Home finance institutions are coming up with unique propositions to stimulate the emirate’s property sector in the run-up to Expo 2020
For Mohamed Farah, it sounded like a great deal.
A Dubai resident since 1992, the Syrian business owner was able to buy an off-plan studio flat in Damac Heights for Dh700,000 without putting down any new money as a deposit.
“I have two flats in Dubai Silicon Oasis where I had completed the repayments,” he says. “My businesses have been very strong over the past ten years. All of the flats I own, I had paid for in cash.”
Farah is one of a number of property investors taking advantage of a new generation of more accessible home finance products in Dubai. These are the result of competition among financers to provide finance facility to a reluctant pool of end users and investors during a slow market.
Under the terms of the “Double Your Property” product offered by Amlak Finance PJSC, a leading specialised real estate financier in the Middle East, purchasers who already own at least one property in Dubai without an existing finance can leverage their first home as collateral in order to acquire another property.
This second property may be either a ready or under construction property. The idea is that rental payments on the second property will eventually pay off the finance payments.
The product, which is open to both residents and non-residents of the UAE who own property in Dubai, effectively allows investors with a minimum salary of Dh10,000 a month to double their property portfolio by leveraging the equity release on first property to own one or more properties.
“The existence of this product opens up possibilities for investors to have easy access to finance,” says Jonathan Rawling, Chief Finance Officer at Yallacompare, a financial comparison site in the Middle East.
“The real benefit is that it allows you to make the finance payments on your second property through the rental income on that property. Some home finance products in the market will not take account of rental income when calculating your eligibility for a home finance.”
“Amlak is recognising that, where individuals already own one property, there is additional collateral available for the finance on the second property,” Rawling adds. “This is perhaps a refreshing change to the more blinkered approach where banks look at property financing on an asset-by-asset rather than a portfolio basis.”
Property analysts say that, after stalling over the past two years following a 2014 oil shock, Dubai’s sales market showed some signs of recovery during the spring.
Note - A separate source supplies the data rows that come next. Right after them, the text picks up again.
import { describe, expect, it } from 'vitest';
import { spliceRun } from '../../../../shared/engine/profiles/pieces';

// Splice rule (common practice, as the brief states it): cut at the interior panel point nearest
// the middle that keeps both parts within the stock length.
describe('spliceRun', () => {
  const names = ['M1', 'M2', 'M3', 'M4', 'M5'];

  it('leaves a run that fits alone', () => {
    expect(spliceRun([2000, 2000, 2000], 6096, names)).toEqual([]);
    expect(spliceRun([3048, 3048], 6096, names)).toEqual([]);
  });

  it('cuts at the panel point nearest the middle that fits both parts', () => {
    // 7000 total, middle 3500: panel points at 1000, 3000, 5000 → 3000 is nearest and fits.
    expect(spliceRun([1000, 2000, 2000, 2000], 6096, names)).toEqual([2]);
  });

  it('cuts again when no single cut fits both parts', () => {
    // 10 000 total: points at 4500 and 5500 split it 4500 | 5500, which fits 6096 stock; with
    // 5000 stock neither does, so it cuts at 4500 (tie, left) and again at 5500.
    expect(spliceRun([4500, 1000, 4500], 6096, names)).toEqual([1]);
    expect(spliceRun([4500, 1000, 4500], 5000, names)).toEqual([1, 2]);
  });

  it('breaks ties to the left', () => {
    expect(spliceRun([3000, 3000, 3000], 6096, names)).toEqual([1]);
  });

  it('refuses a member longer than the stock', () => {
    expect(() => spliceRun([1000, 7000], 6096, names)).toThrow(/M2/);
  });
});
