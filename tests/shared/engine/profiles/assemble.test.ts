import { describe, expect, it } from 'vitest';
import { generateProfile } from '../../../../shared/engine/profiles/generate';
import { jointLabel } from '../../../../shared/engine/profiles/labels';
import type { ProfileKind, ProfileParams } from '../../../../shared/engine/profiles/types';

const FT = 304.8;
const IN = 25.4;
const KINDS: ProfileKind[] = [
  'kingPost',
  'queenPost',
  'fink',
  'howe',
  'fan',
  'doubleFink',
  'scissor',
  'mono',
  'flat',
];
const params = (kind: ProfileKind, over: Partial<ProfileParams> = {}): ProfileParams => ({
  kind,
  span: 26 * FT,
  pitch: 6,
  heelHeight: 16 * IN,
  overhangLeft: 12 * IN,
  overhangRight: 12 * IN,
  bottomPitch: 3,
  depth: 36 * IN,
  panels: 10,
  ...over,
});

// The documented order (assemble.ts): bottom-chord joints left to right, then the remaining
// top-chord joints left to right; members top chord, bottom chord, then webs by mid-point x.
describe('labels and order', () => {
  it.each(KINDS)('%s: joints A, B, C … bottom chord first, then top chord', (kind) => {
    for (const heelHeight of [0, 16 * IN]) {
      const p = generateProfile(params(kind, { heelHeight }));
      expect(p.joints.map((j) => j.id)).toEqual(p.joints.map((_, i) => jointLabel(i)));
      const topOnly = p.topChordJoints.filter((id) => !p.bottomChordJoints.includes(id));
      expect([...p.bottomChordJoints, ...topOnly]).toEqual(p.joints.map((j) => j.id));
      for (const chord of [p.bottomChordJoints, p.topChordJoints]) {
        const xs = chord.map((id) => p.joints.find((j) => j.id === id)!.x);
        expect(xs).toEqual([...xs].sort((a, b) => a - b));
      }
    }
  });

  it.each(KINDS)('%s: members named by their joints in label order, unique', (kind) => {
    const p = generateProfile(params(kind));
    const rank = new Map(p.joints.map((j, i) => [j.id, i]));
    for (const m of p.members) {
      expect(m.id).toBe(m.from + m.to);
      expect(rank.get(m.from)!).toBeLessThan(rank.get(m.to)!);
    }
    expect(new Set(p.members.map((m) => m.id)).size).toBe(p.members.length);
    const roles = p.members.map((m) => m.role);
    const firstWeb = roles.indexOf('web');
    expect(roles.slice(0, firstWeb).every((r) => r !== 'web')).toBe(true);
    expect(roles.slice(firstWeb).every((r) => r === 'web')).toBe(true);
  });

  it.each(KINDS)('%s: piece marks TC…, BC…, W… in order', (kind) => {
    const p = generateProfile(params(kind));
    const marks = (prefix: string) =>
      p.pieces.filter((x) => x.id.startsWith(prefix)).map((x) => x.id);
    const tc = marks('TC');
    const bc = marks('BC');
    const w = marks('W');
    expect(p.pieces.map((x) => x.id)).toEqual([...tc, ...bc, ...w]);
    expect(tc).toEqual(tc.map((_, i) => `TC${i + 1}`));
    expect(bc).toEqual(bc.map((_, i) => `BC${i + 1}`));
    expect(w).toEqual(p.members.filter((m) => m.role === 'web').map((_, i) => `W${i + 1}`));
  });

  it('labels run past Z to AA, AB … with unique member ids (flat, 40 panels)', () => {
    const p = generateProfile(params('flat', { span: 60 * FT, panels: 40 }));
    expect(p.joints).toHaveLength(82);
    expect(p.joints[26].id).toBe('AA');
    expect(p.joints.at(-1)!.id).toBe('CD');
    expect(new Set(p.members.map((m) => m.id)).size).toBe(p.members.length);
  });

  it('a 24 ft Fink with a pointed heel is labelled A–D along the bottom, E–G along the top', () => {
    const p = generateProfile(params('fink', { span: 24 * FT, pitch: 4, heelHeight: 0 }));
    expect(p.bottomChordJoints).toEqual(['A', 'B', 'C', 'D']);
    expect(p.topChordJoints).toEqual(['A', 'E', 'F', 'G', 'D']);
    expect(p.members.map((m) => m.id)).toEqual([
      'AE',
      'EF',
      'FG',
      'DG',
      'AB',
      'BC',
      'CD',
      'BE',
      'BF',
      'CF',
      'CG',
    ]);
  });
});
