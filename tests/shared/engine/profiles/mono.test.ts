import { describe, expect, it } from 'vitest';
import { generateProfile } from '../../../../shared/engine/profiles/generate';

const FT = 304.8;
const IN = 25.4;

describe('mono', () => {
  it('rises from the low heel to a vertical at the tall end', () => {
    const p = generateProfile({
      kind: 'mono',
      span: 12 * FT,
      pitch: 3,
      heelHeight: 0,
      overhangLeft: 0,
      overhangRight: 0,
    });
    // Rise = run × pitch / 12 = 12 ft × 3/12 = 3 ft (definition of pitch).
    const tall = p.joints.find((j) => j.id === p.topChordJoints.at(-1))!;
    expect(tall.x).toBeWithin(12 * FT);
    expect(tall.y).toBeWithin(3 * FT);
    expect(p.topChordJoints[0]).toBe('A');
    const end = p.members.find((m) => m.to === tall.id && m.from === p.bottomChordJoints.at(-1));
    expect(end?.role).toBe('web');
    expect(end?.length).toBeWithin(3 * FT);
    expect(p.pieces.filter((x) => x.role === 'topChord')).toHaveLength(1);
  });

  it('with a raised heel has a heel post at the low end too', () => {
    const p = generateProfile({
      kind: 'mono',
      span: 12 * FT,
      pitch: 3,
      heelHeight: 12 * IN,
      overhangLeft: 0,
      overhangRight: 0,
    });
    const posts = p.members.filter((m) => {
      const [a, b] = [m.from, m.to].map((id) => p.joints.find((j) => j.id === id)!);
      return m.role === 'web' && a.x === b.x && (a.x === 0 || Math.abs(a.x - 12 * FT) < 1e-6);
    });
    expect(posts.map((m) => m.length)).toEqual([12 * IN, 4 * FT]);
  });
});
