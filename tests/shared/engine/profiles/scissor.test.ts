import { describe, expect, it } from 'vitest';
import { generateProfile } from '../../../../shared/engine/profiles/generate';

const FT = 304.8;

describe('scissor', () => {
  // 32 ft, 6/12 over 3/12 (half the top pitch, typical — common practice). Hand-worked: top peak
  // 16 ft × 6/12 = 8 ft, bottom peak 16 ft × 3/12 = 4 ft, centre vertical 4 ft, quarter-point
  // verticals 8 ft × (6 − 3)/12 = 2 ft.
  const p = generateProfile({
    kind: 'scissor',
    span: 32 * FT,
    pitch: 6,
    bottomPitch: 3,
    heelHeight: 0,
    overhangLeft: 0,
    overhangRight: 0,
  });
  const at = new Map(p.joints.map((j) => [j.id, j]));

  it('bottom chord rises to a bottom peak at mid-span', () => {
    const ys = p.bottomChordJoints.map((id) => at.get(id)!.y / FT);
    [0, 2, 4, 2, 0].forEach((y, i) => expect(ys[i]).toBeWithin(y, { abs: 1e-9 }));
    expect(p.rise).toBeWithin(8 * FT);
  });

  it('verticals of 2 ft, 4 ft, 2 ft', () => {
    const verticals = p.members
      .filter((m) => m.role === 'web' && Math.abs(at.get(m.from)!.x - at.get(m.to)!.x) < 1e-9)
      .map((m) => m.length / FT);
    expect(verticals).toHaveLength(3);
    [2, 4, 2].forEach((l, i) => expect(verticals[i]).toBeWithin(l, { rel: 1e-12 }));
  });

  it('two top-chord and two bottom-chord pieces, breaking at the peaks', () => {
    const bc = p.pieces.filter((x) => x.role === 'bottomChord');
    expect(bc.map((x) => x.members.length)).toEqual([2, 2]);
    expect(p.pieces.filter((x) => x.role === 'topChord')).toHaveLength(2);
  });

  it('a level bottom chord (bottomPitch 0) is one piece heel to heel', () => {
    const flat = generateProfile({
      kind: 'scissor',
      span: 16 * FT,
      pitch: 6,
      bottomPitch: 0,
      heelHeight: 0,
      overhangLeft: 0,
      overhangRight: 0,
    });
    expect(flat.pieces.filter((x) => x.role === 'bottomChord')).toHaveLength(1);
  });
});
According to the Dubai Land Department (DLD), the value of deals transacted between January and June this year stood at Dh132 billion, 16.8 per cent higher compared with the Dh113bn recorded over the same period in 2016. The DLD said the total value of new home finance increased 24.2 per cent to Dh60 billion, up from Dh48.3 billion.
For Amlak Finance, this is an attempt to stimulate the market as sales of completed and under-construction properties in Dubai start picking up.
Arif Alharmi, Managing Director and CEO of Amlak Finance, (pictured right), says, “The product is primarily focused at existing investors who already own property in Dubai. We want to boost the Dubai real estate market, and have therefore developed a product that helps investors grow their portfolio without putting in any additional contribution.”
Nonetheless, analysts still say that a glut of new supply coming to the market is dampening the sales market.
Research from Dubai-based property data company Reidin and property consultancy Global Capital estimates that 13,991 new off-plan homes were launched in the six months between January and June 2017.
“The growing off-plan supply continues to negatively affect ready property sales,” says David Godchaux, Chief Executive of Core Savills. “Existing owners try and attract the same pool of investors and end users as they attempt to sell their ready properties. They contend with highly competitive and attractive payment plans offered by master developers.”
Niranjan Mendonca, Head of Marketing and Business Development at Dubai-based property broker Homes4Life, says he is currently negotiating with three customers about signing a deal on Amlak’s product, which only came on the market a couple of months ago.
He explains that investors are being drawn to off-plan property launches rather than buying completed properties because they expect far higher resale prices in the wake of Expo 2020. This is compounded by the fact that the down payments required for developers on off-plan properties are attractive now.
Property developers are also offering generous payment terms on off-plan property deals, some of which can extend for as many as five years after the construction period.
More than competition, it is a win-win situation for all, says Arif Alharmi. “Developer payment plans are still restricted in terms of repayment to between two and five years.”
“Our proposition is to extend that plan to 15-20 years for the consumer. [They] get a longer payment plan, the developer gets to sell stock and we can facilitate the whole process.”
Whether Amlak’s innovative home finance product will succeed in helping lift the Dubai property market from a two-year lull remains to be seen, but the initial signs are promising. As Dubai enters the run-up to Expo 2020, many are predicting another mini boom.
Arif Alharmi further commented: “We have already seen market conditions improving in the UAE and this momentum is expected to continue. As we move closer to hosting the Dubai Expo, we have witnessed significant investment in diversifying the local economy, in line with the UAE’s economic growth strategy. There has been improvement in key sectors such as tourism, aviation, and real estate, and it is expected that we will see this increase even further as we approach 2020.”